Work instructions — Word for word, return the lines from the start of the entries below through the line that has "std::process::Command::new(&python)".

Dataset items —
• • • • •

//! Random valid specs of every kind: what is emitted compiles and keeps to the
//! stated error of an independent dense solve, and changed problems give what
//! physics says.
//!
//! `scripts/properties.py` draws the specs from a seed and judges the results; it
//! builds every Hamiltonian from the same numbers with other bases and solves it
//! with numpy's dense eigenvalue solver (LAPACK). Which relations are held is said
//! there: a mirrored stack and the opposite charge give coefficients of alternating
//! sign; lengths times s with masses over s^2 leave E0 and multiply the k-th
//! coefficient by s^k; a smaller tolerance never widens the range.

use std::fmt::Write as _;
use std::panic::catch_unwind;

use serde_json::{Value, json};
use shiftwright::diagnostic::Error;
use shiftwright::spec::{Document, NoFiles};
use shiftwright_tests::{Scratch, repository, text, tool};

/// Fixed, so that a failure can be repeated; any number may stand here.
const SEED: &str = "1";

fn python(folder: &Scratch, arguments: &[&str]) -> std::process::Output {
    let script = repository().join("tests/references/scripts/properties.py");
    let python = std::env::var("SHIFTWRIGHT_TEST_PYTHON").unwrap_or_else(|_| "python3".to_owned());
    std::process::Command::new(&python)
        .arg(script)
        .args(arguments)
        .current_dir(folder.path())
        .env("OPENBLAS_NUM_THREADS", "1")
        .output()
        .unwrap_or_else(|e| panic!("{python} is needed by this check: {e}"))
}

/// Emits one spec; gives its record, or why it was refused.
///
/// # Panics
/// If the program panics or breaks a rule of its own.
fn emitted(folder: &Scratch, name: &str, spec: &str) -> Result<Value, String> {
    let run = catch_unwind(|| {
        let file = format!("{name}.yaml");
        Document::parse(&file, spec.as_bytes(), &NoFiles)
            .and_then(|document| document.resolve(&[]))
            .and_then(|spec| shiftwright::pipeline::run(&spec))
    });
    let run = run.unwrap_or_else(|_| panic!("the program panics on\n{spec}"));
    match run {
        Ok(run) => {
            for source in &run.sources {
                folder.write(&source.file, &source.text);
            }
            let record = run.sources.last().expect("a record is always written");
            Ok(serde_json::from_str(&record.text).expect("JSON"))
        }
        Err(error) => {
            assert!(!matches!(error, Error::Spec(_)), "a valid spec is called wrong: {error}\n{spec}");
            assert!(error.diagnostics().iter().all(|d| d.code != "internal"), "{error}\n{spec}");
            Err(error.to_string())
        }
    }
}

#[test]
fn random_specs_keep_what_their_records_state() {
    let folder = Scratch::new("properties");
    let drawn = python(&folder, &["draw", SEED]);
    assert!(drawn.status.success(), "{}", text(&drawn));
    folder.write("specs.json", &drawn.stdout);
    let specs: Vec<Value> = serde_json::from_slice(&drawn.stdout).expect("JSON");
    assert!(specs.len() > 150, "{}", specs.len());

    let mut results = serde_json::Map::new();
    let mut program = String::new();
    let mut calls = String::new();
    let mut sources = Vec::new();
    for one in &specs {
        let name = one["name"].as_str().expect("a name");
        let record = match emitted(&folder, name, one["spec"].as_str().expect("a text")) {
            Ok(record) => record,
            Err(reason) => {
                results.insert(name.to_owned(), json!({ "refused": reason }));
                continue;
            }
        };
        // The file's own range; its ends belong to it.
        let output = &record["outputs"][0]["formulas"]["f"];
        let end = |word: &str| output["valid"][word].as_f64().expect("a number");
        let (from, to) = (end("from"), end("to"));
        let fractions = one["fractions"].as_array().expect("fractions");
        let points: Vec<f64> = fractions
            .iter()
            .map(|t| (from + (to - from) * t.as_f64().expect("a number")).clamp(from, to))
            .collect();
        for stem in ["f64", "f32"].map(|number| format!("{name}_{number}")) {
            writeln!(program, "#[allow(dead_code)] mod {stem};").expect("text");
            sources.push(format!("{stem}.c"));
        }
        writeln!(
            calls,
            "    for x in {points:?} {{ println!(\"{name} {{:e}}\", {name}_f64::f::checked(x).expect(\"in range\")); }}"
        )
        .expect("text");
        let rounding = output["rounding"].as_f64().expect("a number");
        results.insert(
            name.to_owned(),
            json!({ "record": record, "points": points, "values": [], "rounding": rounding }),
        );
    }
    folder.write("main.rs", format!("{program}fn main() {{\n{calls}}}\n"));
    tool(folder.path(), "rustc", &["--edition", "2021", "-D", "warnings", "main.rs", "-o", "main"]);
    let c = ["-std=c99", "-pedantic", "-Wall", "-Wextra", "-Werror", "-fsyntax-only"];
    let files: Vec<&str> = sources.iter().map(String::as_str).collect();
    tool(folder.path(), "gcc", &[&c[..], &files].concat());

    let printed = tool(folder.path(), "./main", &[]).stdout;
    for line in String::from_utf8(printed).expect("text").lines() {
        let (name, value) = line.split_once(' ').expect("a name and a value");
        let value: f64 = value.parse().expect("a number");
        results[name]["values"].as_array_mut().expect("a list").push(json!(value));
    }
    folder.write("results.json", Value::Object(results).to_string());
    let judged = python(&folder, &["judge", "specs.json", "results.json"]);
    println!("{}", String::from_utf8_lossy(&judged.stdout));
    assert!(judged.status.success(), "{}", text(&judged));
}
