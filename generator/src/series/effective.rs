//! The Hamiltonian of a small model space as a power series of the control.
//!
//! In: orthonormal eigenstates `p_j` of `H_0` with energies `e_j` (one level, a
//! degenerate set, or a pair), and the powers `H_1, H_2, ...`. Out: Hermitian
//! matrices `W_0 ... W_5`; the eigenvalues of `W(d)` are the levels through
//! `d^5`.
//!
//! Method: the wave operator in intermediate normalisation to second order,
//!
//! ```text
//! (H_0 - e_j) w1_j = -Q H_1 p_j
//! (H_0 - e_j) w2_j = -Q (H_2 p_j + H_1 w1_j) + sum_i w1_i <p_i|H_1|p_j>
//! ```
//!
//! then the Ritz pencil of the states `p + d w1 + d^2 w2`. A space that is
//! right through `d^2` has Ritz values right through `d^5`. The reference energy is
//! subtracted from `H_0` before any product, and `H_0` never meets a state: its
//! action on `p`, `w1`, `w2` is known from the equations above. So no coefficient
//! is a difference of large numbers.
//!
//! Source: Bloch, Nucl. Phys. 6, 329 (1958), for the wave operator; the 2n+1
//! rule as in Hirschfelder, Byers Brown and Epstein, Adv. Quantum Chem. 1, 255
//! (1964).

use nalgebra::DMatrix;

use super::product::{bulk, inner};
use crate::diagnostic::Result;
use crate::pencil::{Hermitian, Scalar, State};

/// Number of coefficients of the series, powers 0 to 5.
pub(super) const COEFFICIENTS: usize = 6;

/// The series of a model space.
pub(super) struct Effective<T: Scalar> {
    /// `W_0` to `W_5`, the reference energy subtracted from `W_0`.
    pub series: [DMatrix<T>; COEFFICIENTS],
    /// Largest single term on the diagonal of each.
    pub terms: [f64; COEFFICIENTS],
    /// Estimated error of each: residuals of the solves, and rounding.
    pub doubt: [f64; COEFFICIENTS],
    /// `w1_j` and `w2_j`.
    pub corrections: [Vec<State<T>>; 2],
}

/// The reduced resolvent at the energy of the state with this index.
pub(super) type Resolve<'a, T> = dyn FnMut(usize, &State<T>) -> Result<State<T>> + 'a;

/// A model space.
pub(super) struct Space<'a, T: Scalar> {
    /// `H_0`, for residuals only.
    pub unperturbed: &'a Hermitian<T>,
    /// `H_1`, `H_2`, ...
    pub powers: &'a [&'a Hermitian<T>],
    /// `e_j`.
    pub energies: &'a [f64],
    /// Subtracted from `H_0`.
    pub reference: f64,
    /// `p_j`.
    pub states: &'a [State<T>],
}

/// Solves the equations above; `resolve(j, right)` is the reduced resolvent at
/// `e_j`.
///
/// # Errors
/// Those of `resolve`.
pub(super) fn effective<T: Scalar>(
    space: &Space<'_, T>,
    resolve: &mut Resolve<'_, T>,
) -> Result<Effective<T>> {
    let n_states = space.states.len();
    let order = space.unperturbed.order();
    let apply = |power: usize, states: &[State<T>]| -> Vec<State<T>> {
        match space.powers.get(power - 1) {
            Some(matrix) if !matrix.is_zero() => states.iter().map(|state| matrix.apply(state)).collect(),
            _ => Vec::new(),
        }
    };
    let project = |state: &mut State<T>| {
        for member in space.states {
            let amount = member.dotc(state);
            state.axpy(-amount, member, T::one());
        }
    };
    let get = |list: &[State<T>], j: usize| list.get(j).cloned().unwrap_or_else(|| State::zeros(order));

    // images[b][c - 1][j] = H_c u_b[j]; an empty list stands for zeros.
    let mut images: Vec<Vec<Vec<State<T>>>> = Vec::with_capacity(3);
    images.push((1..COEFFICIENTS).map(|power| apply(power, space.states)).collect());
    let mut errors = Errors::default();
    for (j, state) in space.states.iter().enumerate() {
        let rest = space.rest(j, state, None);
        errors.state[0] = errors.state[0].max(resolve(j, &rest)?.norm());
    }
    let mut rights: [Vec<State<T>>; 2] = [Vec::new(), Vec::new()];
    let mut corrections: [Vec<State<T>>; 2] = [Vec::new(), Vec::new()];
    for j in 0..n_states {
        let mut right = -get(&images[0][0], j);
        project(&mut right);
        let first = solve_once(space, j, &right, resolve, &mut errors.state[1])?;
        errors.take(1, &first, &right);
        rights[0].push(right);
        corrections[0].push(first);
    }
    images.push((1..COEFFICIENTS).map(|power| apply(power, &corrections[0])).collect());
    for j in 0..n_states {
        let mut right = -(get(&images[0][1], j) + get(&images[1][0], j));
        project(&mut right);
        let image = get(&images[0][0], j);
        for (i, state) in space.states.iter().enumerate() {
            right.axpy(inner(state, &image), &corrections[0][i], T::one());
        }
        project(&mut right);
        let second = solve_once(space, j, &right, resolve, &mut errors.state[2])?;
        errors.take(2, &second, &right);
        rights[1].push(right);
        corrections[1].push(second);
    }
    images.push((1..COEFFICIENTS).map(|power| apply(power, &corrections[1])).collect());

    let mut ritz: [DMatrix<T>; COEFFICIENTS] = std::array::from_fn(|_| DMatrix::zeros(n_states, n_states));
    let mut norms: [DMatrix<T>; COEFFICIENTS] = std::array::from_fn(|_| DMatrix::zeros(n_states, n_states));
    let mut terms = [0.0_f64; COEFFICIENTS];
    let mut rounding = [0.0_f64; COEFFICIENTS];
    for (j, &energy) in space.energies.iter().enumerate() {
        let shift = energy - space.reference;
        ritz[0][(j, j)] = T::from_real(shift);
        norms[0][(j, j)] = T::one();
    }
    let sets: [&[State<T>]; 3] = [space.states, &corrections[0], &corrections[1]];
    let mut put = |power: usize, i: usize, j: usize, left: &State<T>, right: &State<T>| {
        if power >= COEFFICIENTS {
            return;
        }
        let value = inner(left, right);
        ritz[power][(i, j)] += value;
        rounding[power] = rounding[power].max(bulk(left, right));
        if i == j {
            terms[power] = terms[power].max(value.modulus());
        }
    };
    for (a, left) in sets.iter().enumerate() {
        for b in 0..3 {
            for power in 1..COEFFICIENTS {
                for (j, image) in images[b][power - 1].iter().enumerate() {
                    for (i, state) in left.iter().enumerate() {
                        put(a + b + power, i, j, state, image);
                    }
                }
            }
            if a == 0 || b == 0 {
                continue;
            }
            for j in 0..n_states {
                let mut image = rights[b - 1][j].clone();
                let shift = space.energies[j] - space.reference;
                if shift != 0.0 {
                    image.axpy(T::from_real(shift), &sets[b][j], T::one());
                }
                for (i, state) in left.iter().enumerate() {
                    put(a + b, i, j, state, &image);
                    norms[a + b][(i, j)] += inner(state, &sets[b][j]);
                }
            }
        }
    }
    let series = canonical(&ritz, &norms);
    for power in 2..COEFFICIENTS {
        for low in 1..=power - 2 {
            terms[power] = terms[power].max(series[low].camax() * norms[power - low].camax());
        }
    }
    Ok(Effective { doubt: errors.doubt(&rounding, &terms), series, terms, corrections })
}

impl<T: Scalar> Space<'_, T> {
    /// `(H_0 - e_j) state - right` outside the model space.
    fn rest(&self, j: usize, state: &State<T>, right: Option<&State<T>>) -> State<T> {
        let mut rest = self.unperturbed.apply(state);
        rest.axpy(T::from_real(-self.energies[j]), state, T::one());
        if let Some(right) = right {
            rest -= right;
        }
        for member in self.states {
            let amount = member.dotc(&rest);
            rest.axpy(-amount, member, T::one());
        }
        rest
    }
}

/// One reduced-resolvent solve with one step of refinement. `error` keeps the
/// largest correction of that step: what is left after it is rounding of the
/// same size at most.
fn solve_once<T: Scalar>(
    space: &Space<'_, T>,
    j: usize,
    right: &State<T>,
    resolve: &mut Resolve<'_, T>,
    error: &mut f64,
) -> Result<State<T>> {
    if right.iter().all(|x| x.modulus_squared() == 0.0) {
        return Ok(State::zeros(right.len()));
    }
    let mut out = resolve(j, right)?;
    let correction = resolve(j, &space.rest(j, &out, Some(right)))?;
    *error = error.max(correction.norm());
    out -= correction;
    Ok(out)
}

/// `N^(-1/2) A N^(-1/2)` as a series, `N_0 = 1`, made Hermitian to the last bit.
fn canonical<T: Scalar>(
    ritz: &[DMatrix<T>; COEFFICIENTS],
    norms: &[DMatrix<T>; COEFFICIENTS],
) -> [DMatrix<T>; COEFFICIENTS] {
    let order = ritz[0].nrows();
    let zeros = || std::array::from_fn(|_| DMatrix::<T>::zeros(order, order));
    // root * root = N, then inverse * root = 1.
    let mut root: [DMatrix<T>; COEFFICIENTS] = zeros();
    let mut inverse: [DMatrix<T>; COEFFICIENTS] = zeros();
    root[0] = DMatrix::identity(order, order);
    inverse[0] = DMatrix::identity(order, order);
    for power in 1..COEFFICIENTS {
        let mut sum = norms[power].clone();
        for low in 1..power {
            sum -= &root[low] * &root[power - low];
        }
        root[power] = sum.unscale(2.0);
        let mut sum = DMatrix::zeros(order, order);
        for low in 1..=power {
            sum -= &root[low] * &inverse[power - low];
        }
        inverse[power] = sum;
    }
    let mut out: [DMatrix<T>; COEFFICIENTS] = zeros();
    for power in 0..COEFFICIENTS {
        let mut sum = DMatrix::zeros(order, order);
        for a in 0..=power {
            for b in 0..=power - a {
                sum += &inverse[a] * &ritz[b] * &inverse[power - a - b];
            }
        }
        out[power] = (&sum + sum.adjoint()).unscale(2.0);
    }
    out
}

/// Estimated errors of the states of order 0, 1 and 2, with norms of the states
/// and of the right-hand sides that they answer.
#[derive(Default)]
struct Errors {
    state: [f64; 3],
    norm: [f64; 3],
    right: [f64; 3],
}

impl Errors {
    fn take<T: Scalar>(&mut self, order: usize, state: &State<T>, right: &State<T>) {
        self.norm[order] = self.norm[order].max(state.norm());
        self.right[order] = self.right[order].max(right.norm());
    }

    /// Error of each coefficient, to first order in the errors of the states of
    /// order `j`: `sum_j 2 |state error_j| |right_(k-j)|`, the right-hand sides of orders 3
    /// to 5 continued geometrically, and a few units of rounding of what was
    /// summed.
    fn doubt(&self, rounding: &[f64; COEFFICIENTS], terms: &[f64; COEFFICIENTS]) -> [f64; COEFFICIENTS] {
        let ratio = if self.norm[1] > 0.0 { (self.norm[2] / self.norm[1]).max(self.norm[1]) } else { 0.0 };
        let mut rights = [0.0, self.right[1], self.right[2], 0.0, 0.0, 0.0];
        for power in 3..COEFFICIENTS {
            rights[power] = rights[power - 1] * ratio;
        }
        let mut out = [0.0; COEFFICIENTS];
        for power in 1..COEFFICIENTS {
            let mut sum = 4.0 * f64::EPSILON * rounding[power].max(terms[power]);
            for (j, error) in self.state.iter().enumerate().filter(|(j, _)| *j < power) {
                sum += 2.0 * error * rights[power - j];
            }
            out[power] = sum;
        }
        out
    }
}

• • • • •

Problem solution —
//! Random valid specs of every kind: what is emitted compiles and keeps to the
//! stated error of an independent dense solve, and changed problems give what
//! physics says.
//!
//! `scripts/properties.py` draws the specs from a seed and judges the results; it
//! builds every Hamiltonian from the same numbers with other bases and solves it
//! with numpy's dense eigenvalue solver (LAPACK). Which relations are held is said
//! there: a mirrored stack and the opposite charge give coefficients of alternating
//! sign; lengths times s with masses over s^2 leave E0 and multiply the k-th
//! coefficient by s^k; a smaller tolerance never widens the range.

use std::fmt::Write as _;
use std::panic::catch_unwind;

use serde_json::{Value, json};
use shiftwright::diagnostic::Error;
use shiftwright::spec::{Document, NoFiles};
use shiftwright_tests::{Scratch, repository, text, tool};

/// Fixed, so that a failure can be repeated; any number may stand here.
const SEED: &str = "1";

fn python(folder: &Scratch, arguments: &[&str]) -> std::process::Output {
    let script = repository().join("tests/references/scripts/properties.py");
    let python = std::env::var("SHIFTWRIGHT_TEST_PYTHON").unwrap_or_else(|_| "python3".to_owned());
    std::process::Command::new(&python)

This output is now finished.